WORK INSTRUCTION: Using the data below, return every line that holds the word "analyses".

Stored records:
Start of Block

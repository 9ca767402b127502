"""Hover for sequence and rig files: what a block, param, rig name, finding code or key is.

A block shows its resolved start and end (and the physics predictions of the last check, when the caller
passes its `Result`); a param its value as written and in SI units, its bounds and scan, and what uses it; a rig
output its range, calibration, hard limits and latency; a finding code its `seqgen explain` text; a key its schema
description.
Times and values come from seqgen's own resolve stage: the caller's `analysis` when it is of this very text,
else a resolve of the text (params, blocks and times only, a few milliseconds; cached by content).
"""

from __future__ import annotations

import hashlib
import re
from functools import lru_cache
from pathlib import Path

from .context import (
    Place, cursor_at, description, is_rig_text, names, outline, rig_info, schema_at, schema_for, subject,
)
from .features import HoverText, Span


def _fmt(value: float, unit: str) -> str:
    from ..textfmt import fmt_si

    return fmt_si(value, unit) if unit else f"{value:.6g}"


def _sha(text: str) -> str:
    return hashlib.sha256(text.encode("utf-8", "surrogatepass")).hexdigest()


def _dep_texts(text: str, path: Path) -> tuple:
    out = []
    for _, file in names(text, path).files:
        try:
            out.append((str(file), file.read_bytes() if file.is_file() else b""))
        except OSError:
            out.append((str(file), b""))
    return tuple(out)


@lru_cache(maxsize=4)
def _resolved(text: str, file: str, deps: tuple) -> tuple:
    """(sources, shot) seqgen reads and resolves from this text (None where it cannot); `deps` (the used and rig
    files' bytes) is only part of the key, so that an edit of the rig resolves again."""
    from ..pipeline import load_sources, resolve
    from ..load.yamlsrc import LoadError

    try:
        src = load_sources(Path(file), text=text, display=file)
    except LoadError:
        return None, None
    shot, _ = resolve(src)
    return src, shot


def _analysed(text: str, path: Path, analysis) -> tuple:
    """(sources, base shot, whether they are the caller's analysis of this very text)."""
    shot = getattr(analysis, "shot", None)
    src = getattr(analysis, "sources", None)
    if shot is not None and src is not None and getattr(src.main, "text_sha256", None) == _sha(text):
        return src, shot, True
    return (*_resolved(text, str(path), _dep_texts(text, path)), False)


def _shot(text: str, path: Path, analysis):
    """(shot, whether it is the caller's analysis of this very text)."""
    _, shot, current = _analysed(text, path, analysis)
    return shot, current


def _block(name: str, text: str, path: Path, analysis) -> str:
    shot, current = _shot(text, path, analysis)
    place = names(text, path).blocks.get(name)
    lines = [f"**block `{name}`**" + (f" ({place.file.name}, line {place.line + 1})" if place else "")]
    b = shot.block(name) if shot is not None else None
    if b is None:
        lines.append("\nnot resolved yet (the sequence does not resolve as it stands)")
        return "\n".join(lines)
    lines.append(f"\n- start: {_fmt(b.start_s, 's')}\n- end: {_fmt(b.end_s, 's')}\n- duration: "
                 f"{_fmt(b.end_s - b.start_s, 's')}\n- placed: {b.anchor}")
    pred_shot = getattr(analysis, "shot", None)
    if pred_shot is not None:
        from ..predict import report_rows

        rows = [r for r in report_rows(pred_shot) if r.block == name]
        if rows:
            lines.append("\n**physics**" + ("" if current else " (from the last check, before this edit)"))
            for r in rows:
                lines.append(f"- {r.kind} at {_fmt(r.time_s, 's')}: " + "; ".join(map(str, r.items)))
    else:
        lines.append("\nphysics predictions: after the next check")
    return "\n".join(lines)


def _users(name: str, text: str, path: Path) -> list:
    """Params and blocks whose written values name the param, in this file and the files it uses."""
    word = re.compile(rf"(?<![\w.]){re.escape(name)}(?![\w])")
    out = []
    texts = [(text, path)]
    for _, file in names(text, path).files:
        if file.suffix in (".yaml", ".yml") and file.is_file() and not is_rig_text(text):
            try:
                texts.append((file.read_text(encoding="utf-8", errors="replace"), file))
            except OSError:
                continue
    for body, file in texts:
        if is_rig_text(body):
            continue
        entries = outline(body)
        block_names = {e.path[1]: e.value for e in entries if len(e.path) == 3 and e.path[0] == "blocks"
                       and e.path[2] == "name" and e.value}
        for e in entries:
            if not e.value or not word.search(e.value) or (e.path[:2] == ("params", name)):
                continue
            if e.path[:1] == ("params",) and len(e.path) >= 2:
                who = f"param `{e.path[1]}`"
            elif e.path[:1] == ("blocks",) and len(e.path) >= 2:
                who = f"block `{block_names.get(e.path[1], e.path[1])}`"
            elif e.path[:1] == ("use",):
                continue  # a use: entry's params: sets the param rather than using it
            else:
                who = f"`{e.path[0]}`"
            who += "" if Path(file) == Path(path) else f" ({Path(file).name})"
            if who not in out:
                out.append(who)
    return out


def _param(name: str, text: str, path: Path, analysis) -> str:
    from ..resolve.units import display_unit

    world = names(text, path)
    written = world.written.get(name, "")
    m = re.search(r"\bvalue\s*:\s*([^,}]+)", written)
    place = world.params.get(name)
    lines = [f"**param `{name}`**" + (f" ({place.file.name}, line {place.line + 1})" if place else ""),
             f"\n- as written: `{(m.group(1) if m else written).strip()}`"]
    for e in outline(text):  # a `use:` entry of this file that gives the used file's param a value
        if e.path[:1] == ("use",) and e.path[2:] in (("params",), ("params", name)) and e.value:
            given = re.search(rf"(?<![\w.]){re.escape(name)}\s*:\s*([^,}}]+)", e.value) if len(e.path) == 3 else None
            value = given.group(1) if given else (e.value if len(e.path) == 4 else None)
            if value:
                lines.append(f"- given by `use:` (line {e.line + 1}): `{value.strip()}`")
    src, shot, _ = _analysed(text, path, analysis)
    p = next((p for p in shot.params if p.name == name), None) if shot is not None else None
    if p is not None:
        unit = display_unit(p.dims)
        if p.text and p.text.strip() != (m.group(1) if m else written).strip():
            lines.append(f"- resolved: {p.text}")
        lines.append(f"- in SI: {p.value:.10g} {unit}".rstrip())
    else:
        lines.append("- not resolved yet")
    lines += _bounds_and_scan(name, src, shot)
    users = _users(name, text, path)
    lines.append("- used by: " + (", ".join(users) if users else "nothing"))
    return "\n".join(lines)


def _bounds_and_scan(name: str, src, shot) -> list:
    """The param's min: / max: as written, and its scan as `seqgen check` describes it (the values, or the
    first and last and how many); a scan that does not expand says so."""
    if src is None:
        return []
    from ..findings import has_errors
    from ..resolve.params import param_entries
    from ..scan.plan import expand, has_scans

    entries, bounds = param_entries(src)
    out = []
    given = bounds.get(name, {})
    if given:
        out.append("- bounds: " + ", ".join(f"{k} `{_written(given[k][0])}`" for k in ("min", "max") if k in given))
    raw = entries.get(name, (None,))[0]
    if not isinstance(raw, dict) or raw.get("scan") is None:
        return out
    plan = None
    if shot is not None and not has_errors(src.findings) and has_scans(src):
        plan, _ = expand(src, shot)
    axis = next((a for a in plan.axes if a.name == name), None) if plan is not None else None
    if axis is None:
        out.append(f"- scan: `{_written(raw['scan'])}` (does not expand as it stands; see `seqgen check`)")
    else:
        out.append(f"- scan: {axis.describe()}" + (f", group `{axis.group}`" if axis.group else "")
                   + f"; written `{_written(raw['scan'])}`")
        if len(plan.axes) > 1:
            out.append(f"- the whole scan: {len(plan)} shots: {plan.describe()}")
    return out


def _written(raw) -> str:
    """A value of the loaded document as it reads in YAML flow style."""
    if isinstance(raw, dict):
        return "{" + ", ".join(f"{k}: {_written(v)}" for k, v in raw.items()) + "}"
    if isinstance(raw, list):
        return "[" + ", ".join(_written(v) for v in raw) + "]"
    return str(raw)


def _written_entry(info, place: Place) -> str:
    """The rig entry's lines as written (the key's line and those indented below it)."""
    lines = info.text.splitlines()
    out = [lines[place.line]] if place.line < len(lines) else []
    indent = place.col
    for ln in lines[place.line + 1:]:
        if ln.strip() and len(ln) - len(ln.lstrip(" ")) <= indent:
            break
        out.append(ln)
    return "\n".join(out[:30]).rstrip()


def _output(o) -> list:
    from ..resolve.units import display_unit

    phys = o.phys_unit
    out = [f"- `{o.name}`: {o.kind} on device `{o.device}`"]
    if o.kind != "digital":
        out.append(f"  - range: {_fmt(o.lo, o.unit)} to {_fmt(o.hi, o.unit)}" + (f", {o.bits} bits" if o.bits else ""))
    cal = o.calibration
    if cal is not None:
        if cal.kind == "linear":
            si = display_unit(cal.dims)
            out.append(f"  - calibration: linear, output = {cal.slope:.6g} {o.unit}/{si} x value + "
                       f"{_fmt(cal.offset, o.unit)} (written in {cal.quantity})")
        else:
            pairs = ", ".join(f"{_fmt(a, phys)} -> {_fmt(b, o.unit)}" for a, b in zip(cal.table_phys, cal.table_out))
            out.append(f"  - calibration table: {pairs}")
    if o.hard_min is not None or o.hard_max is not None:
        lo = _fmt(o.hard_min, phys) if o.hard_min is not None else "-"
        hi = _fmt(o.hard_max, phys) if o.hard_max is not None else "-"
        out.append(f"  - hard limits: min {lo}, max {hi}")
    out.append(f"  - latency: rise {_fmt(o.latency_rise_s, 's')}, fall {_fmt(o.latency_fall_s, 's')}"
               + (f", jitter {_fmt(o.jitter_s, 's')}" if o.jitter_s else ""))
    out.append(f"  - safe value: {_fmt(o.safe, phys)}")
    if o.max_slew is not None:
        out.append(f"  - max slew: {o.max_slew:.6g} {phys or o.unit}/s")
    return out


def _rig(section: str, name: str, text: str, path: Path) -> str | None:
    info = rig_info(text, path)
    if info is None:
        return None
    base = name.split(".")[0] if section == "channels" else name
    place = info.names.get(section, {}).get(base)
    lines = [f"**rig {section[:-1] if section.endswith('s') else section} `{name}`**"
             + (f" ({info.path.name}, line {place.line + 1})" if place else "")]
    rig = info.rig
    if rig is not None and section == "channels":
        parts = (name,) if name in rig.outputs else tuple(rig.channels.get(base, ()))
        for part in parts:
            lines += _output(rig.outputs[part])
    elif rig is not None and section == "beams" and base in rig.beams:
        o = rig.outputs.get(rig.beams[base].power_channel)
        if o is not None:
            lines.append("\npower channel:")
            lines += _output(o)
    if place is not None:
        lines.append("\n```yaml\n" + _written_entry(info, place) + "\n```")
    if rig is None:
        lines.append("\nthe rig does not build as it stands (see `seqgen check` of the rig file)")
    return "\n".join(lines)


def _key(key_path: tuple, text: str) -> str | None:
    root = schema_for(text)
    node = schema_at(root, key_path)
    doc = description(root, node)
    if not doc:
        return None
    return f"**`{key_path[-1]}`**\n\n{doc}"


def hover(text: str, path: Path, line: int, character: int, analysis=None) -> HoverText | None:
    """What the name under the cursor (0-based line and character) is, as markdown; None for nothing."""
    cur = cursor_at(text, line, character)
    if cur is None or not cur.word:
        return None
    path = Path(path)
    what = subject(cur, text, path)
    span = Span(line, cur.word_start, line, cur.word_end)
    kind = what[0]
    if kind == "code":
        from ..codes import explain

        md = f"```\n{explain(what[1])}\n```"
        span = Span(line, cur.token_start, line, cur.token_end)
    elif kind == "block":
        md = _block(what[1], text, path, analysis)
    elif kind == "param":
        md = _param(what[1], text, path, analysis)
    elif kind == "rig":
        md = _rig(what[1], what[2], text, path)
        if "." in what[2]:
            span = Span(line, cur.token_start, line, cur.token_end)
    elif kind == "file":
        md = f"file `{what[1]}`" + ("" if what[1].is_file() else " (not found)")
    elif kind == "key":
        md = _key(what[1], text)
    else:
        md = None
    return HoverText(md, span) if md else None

End of Block
Start of Block

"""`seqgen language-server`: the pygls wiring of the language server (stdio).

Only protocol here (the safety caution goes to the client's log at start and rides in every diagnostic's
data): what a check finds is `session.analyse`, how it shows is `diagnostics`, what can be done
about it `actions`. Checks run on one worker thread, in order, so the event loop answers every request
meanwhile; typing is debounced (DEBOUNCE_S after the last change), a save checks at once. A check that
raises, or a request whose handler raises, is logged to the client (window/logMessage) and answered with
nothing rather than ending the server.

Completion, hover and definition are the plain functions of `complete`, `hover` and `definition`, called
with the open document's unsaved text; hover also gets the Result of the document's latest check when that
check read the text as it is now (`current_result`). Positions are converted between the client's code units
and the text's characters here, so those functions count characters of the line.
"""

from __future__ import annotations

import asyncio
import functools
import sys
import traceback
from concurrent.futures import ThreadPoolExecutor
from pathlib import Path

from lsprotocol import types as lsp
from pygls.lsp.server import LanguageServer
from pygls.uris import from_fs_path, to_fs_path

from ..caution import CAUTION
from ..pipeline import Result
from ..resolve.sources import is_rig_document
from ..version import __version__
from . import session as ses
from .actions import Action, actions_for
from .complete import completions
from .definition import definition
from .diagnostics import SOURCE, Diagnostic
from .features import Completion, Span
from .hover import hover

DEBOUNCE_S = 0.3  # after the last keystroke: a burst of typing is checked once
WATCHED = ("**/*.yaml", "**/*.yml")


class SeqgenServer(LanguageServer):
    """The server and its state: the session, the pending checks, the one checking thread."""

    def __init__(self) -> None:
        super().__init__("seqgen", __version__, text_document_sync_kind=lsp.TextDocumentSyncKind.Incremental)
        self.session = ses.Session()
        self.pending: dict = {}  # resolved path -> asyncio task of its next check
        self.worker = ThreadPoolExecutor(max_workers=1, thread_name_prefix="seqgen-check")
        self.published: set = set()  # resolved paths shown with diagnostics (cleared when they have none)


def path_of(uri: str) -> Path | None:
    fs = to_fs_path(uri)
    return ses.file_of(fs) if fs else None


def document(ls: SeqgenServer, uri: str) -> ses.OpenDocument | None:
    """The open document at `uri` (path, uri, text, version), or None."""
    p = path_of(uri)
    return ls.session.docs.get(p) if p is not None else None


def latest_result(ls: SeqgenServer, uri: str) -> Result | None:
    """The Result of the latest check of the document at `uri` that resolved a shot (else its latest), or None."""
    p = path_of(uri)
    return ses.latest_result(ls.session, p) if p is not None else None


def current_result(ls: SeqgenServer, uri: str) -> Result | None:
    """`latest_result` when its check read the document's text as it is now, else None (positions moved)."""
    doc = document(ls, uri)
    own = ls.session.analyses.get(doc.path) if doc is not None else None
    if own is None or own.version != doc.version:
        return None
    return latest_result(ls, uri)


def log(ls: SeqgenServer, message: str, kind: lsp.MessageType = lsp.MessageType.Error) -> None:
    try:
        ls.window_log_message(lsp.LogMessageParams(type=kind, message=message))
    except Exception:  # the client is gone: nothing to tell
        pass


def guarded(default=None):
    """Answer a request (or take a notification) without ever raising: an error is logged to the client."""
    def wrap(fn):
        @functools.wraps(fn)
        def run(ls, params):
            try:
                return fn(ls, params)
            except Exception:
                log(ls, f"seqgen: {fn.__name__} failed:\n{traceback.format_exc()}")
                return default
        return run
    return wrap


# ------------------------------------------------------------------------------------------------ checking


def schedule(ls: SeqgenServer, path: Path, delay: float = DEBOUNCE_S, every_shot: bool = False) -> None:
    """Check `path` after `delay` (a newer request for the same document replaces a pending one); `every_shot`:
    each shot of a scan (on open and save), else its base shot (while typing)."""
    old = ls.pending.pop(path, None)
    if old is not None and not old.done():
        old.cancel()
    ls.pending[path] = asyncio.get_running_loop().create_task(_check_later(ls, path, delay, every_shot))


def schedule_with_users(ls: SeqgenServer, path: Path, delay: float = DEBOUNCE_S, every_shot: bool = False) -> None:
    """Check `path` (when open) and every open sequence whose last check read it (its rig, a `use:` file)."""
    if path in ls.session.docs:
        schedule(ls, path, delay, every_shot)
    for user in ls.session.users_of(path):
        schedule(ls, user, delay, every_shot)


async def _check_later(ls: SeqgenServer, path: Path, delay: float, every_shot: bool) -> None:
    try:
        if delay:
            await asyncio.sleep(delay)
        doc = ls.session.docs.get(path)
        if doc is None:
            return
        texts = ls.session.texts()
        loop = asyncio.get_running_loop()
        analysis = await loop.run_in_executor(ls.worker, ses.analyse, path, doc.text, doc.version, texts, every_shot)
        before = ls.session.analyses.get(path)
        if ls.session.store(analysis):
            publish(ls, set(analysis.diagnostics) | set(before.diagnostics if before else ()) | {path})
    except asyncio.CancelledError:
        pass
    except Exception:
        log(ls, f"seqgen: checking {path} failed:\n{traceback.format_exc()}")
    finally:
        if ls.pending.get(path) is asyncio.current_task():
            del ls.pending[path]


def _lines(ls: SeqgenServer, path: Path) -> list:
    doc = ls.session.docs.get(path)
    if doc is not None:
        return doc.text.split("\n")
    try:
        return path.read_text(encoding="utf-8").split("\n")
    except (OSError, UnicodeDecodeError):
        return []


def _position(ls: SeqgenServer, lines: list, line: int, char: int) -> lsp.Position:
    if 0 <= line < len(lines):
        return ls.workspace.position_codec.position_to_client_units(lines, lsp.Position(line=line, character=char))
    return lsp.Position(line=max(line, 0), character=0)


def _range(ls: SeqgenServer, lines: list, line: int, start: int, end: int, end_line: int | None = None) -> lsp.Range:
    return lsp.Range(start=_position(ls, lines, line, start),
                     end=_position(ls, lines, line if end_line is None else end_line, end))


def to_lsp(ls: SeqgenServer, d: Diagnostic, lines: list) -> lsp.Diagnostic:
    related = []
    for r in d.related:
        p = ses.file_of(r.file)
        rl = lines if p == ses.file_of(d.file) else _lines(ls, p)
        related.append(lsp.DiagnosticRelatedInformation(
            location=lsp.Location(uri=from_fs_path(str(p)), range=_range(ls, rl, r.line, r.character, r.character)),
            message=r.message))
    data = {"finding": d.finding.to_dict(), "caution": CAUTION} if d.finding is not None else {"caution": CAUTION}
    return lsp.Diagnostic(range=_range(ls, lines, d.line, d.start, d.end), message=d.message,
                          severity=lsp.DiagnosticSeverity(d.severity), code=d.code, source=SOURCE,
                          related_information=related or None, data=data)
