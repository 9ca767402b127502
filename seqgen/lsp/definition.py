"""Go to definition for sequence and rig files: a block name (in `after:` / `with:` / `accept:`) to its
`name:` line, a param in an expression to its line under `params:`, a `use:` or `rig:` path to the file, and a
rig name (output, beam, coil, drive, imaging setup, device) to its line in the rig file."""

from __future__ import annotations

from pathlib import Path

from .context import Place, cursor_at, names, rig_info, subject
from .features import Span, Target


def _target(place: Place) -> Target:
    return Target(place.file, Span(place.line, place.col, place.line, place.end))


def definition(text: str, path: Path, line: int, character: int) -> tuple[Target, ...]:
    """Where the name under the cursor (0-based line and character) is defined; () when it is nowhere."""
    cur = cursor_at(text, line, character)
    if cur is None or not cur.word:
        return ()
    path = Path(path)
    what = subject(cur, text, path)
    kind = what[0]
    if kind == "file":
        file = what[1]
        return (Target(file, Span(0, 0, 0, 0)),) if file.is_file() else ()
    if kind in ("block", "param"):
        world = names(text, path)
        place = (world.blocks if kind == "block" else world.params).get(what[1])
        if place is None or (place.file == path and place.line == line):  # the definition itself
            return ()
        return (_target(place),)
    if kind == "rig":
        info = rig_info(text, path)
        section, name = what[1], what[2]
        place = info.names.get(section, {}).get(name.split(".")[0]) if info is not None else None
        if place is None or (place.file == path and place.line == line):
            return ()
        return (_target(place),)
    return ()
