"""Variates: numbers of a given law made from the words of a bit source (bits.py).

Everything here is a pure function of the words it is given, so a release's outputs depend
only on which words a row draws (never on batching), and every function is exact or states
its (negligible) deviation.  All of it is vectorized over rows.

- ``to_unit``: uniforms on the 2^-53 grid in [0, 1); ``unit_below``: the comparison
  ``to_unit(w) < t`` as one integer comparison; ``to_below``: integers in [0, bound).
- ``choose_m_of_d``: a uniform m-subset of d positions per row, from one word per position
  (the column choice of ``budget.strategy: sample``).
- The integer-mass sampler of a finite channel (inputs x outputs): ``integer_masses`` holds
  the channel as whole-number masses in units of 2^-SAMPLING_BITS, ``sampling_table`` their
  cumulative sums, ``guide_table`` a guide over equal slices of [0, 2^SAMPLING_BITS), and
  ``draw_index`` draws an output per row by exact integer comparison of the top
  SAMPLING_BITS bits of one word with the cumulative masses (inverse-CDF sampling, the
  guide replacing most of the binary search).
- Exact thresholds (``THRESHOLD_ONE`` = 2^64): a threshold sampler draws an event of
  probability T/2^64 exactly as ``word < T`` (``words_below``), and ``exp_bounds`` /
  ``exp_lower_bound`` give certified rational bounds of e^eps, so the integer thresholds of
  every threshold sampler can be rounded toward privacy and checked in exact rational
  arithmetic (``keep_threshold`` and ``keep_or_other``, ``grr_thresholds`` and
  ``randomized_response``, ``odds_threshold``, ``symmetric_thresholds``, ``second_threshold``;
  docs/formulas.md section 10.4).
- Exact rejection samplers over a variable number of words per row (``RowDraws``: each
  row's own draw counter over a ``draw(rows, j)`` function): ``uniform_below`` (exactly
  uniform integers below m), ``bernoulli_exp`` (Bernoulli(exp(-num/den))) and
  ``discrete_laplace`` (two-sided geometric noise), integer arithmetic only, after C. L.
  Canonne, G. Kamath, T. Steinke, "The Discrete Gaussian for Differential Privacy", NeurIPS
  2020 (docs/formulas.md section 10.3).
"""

End of Block

TASK RESULT:
    own = ls.session.analyses.get(doc.path) if doc is not None else None
        before = ls.session.analyses.get(path)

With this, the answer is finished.